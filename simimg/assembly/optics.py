"""Transfer functions of a telescope's optics at any wavelength, and how far their light reaches.

The perfect pupil's is analytic where it is round; its autocorrelation is computed once and serves
every wavelength. A wavefront needs one for each. Metres; frequencies in cycles per radian.
"""

from __future__ import annotations

from dataclasses import replace
from functools import cached_property
from math import pi

import numpy as np

from simimg.arrays import AnyArray, FloatArray
from simimg.assembly.aperture import Aperture
from simimg.imaging.basis import Transfer, WingLaw
from simimg.optics.aberrated import aberrated_transfer
from simimg.optics.transfer import PupilTransfer, annular_transfer, pupil_transfer
from simimg.optics.wavefront import rms_over_pupil, steepest_step, zernike_wavefront


class Optics:
    """The optics of one aperture.

    Parameters
    ----------
    aperture : Aperture
    """

    def __init__(self, aperture: Aperture) -> None:
        self.aperture = aperture
        self._kept: dict[tuple[float, tuple[float, float] | None], Transfer] = {}

    @cached_property
    def _shifted(self) -> PupilTransfer:
        return pupil_transfer(self.aperture.pupil)

    def perfect(self, wavelength: float) -> Transfer:
        """The pupil alone, without any error of the wavefront."""
        pupil = self.aperture.pupil
        if pupil.round:
            diameter, obstruction = pupil.diameter, pupil.obstruction

            def annulus(f: FloatArray) -> FloatArray:
                return annular_transfer(wavelength * f, diameter=diameter, obstruction=obstruction)

            cusp = 4.0 * wavelength / (pi * diameter * (1.0 - obstruction))
            wings = WingLaw(cubic=2.0 * cusp / (4.0 * pi**2), core=3.0 * wavelength / diameter)
            return Transfer(diameter / wavelength, (annulus,), wings=wings)
        shifted = self._shifted

        def planar(u: FloatArray, v: FloatArray) -> FloatArray:
            return shifted(wavelength * u, wavelength * v)

        wings = _pupil_wings(shifted, wavelength)
        return Transfer(pupil.reach / wavelength, planar=(planar,), wings=wings)

    def aberrated(self, wavelength: float, place: tuple[float, float] | None) -> Transfer:
        """The pupil with its wavefront.

        Parameters
        ----------
        wavelength : float
        place : (x, y) or None
            In the field, in units of the radius at which its errors are stated; None for the axis.
        """
        key = wavelength, place
        if key not in self._kept:
            self._kept[key] = self._aberrated(wavelength, place)
        return self._kept[key]

    def _aberrated(self, wavelength: float, place: tuple[float, float] | None) -> Transfer:
        aperture, perfect = self.aperture, self.perfect(wavelength)
        path = aperture.path
        if place is not None and aperture.field is not None and place != (0.0, 0.0):
            grown = zernike_wavefront(aperture.pupil, aperture.field.terms(*place))
            path = grown if path is None else path + grown
        if path is None:
            return perfect
        made = aberrated_transfer(aperture.pupil, path, wavelength, perfect=self._shifted)
        if made.coefficients is None:
            return perfect

        def planar(u: FloatArray, v: FloatArray) -> AnyArray:
            value = made(wavelength * u, wavelength * v)
            return value.real if made.even else value

        # Geometric rays reach as far as the path is steep; beyond, the edges' wings go on.
        pupil = aperture.pupil
        steep = steepest_step(path, pupil) / pupil.pitch
        rms = 2.0 * pi * rms_over_pupil(path, pupil) / wavelength
        wings = replace(
            perfect.wings,
            core=perfect.wings.core + 2.0 * steep,
            cubic=perfect.wings.cubic * (1.0 + min(rms, 1.0) ** 2),
        )
        limit = max(pupil.reach / wavelength, perfect.band_limit)
        return Transfer(limit, planar=(planar,), even=made.even, wings=wings)


def _pupil_wings(shifted: PupilTransfer, wavelength: float) -> WingLaw:
    """Wing law of any pupil, from the fall of its transfer function over a small shift.

    Straight edges and vanes throw spikes. The share of the light that a shift across them takes
    away beyond its mean over all directions tells how bright: an edge of length l adds
    ``(l / 2 pi theta)^2 / A`` per steradian along its normal.
    """
    pupil = shifted.pupil
    step = 2.0 * pupil.pitch
    angles = np.arange(180) * pi / 180.0
    fall = 1.0 - shifted(step * np.cos(angles), step * np.sin(angles))
    cusp = wavelength * float(fall.max()) / step
    straight = (float(fall.max()) - float(fall.min())) * pupil.area / step
    length = max(straight, 0.1 * pupil.diameter)
    angle = wavelength / pupil.diameter
    level = (length / (2.0 * pi * angle)) ** 2 / pupil.area
    return WingLaw(cubic=2.0 * cusp / (4.0 * pi**2), spikes=((level, angle),), core=3.0 * angle)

** WHAT TO PRODUCE **
Make an exact copy of each line, beginning at the one containing "step = 2.0 * pupil.pitch" and ending with the last line of the data, and of no other line.

** RESPONSE BOX **
    step = 2.0 * pupil.pitch
    angles = np.arange(180) * pi / 180.0
    fall = 1.0 - shifted(step * np.cos(angles), step * np.sin(angles))
    cusp = wavelength * float(fall.max()) / step
    straight = (float(fall.max()) - float(fall.min())) * pupil.area / step
    length = max(straight, 0.1 * pupil.diameter)
    angle = wavelength / pupil.diameter
    level = (length / (2.0 * pi * angle)) ** 2 / pupil.area
    return WingLaw(cubic=2.0 * cusp / (4.0 * pi**2), spikes=((level, angle),), core=3.0 * angle)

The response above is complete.